The listing below holds a line with "assert all(n >" and a line with "# No task ran". Reproduce those two lines exactly, plus everything between them.

DATA UNDER STUDY =
══════════
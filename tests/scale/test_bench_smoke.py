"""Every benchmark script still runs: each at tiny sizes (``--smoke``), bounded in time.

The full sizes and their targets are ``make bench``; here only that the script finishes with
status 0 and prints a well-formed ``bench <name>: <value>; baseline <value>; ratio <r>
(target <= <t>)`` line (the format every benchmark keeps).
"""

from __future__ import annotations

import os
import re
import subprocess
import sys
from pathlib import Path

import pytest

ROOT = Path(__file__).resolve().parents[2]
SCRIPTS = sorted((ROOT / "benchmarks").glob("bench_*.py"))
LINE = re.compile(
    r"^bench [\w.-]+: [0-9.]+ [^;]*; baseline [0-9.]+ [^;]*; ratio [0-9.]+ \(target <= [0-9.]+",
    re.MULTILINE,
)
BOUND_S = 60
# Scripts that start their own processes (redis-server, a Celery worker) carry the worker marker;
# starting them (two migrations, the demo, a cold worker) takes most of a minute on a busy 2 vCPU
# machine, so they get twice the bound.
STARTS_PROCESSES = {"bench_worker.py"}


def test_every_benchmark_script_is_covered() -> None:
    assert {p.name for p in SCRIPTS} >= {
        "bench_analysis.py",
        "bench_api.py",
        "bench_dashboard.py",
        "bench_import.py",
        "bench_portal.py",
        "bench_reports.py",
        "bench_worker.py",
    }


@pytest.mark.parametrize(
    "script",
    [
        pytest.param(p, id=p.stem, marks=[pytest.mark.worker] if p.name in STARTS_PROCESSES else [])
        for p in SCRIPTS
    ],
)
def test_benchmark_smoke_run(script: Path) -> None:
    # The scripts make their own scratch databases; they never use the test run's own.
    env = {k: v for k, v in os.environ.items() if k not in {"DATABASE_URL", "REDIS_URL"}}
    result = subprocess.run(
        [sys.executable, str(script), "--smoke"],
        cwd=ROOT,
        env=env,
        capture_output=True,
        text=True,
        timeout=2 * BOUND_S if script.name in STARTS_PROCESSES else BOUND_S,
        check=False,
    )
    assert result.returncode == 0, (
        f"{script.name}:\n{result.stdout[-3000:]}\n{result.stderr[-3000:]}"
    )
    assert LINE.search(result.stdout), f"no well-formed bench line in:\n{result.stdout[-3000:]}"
══════════
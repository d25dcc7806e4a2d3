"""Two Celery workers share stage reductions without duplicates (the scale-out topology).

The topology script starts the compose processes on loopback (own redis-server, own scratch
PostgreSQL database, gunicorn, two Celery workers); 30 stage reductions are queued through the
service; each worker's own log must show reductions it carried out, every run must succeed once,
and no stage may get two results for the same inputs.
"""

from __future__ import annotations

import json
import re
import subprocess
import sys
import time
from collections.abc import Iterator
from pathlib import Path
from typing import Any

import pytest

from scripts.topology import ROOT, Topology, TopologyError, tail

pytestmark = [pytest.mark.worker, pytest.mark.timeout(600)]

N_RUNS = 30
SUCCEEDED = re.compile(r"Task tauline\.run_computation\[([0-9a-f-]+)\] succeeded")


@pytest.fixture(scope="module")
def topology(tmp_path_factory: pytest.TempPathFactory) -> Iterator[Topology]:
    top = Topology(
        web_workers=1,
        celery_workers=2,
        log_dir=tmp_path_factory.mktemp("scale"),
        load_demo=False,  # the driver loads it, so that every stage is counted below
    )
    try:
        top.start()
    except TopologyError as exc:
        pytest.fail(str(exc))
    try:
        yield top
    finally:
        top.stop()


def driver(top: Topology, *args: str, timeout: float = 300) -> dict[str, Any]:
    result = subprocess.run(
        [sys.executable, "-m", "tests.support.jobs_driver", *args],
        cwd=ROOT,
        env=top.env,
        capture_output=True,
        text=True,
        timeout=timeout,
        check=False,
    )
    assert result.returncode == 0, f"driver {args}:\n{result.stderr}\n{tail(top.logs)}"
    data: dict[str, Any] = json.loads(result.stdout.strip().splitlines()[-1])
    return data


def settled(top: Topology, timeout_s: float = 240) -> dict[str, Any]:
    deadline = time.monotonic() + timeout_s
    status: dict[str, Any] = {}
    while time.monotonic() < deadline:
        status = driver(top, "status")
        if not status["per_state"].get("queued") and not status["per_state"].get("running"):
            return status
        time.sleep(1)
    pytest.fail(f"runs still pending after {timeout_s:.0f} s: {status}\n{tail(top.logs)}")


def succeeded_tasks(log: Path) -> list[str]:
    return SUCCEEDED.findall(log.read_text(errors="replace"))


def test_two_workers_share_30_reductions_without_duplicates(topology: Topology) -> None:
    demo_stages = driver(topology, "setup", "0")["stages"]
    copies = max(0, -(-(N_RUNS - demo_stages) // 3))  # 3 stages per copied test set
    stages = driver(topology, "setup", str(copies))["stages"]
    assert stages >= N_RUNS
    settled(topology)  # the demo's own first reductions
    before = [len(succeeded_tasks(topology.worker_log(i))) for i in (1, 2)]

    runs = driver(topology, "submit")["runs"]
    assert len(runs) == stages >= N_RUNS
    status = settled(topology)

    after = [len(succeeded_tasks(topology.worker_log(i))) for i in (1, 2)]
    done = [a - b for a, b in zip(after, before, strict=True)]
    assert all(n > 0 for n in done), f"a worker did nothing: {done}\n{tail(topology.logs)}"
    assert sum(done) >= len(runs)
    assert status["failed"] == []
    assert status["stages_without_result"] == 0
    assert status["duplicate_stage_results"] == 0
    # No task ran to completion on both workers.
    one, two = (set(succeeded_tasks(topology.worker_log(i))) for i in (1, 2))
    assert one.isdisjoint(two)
══════════
WORKED SOLUTION =
    assert all(n > 0 for n in done), f"a worker did nothing: {done}\n{tail(topology.logs)}"
    assert sum(done) >= len(runs)
    assert status["failed"] == []
    assert status["stages_without_result"] == 0
    assert status["duplicate_stage_results"] == 0
    # No task ran to completion on both workers.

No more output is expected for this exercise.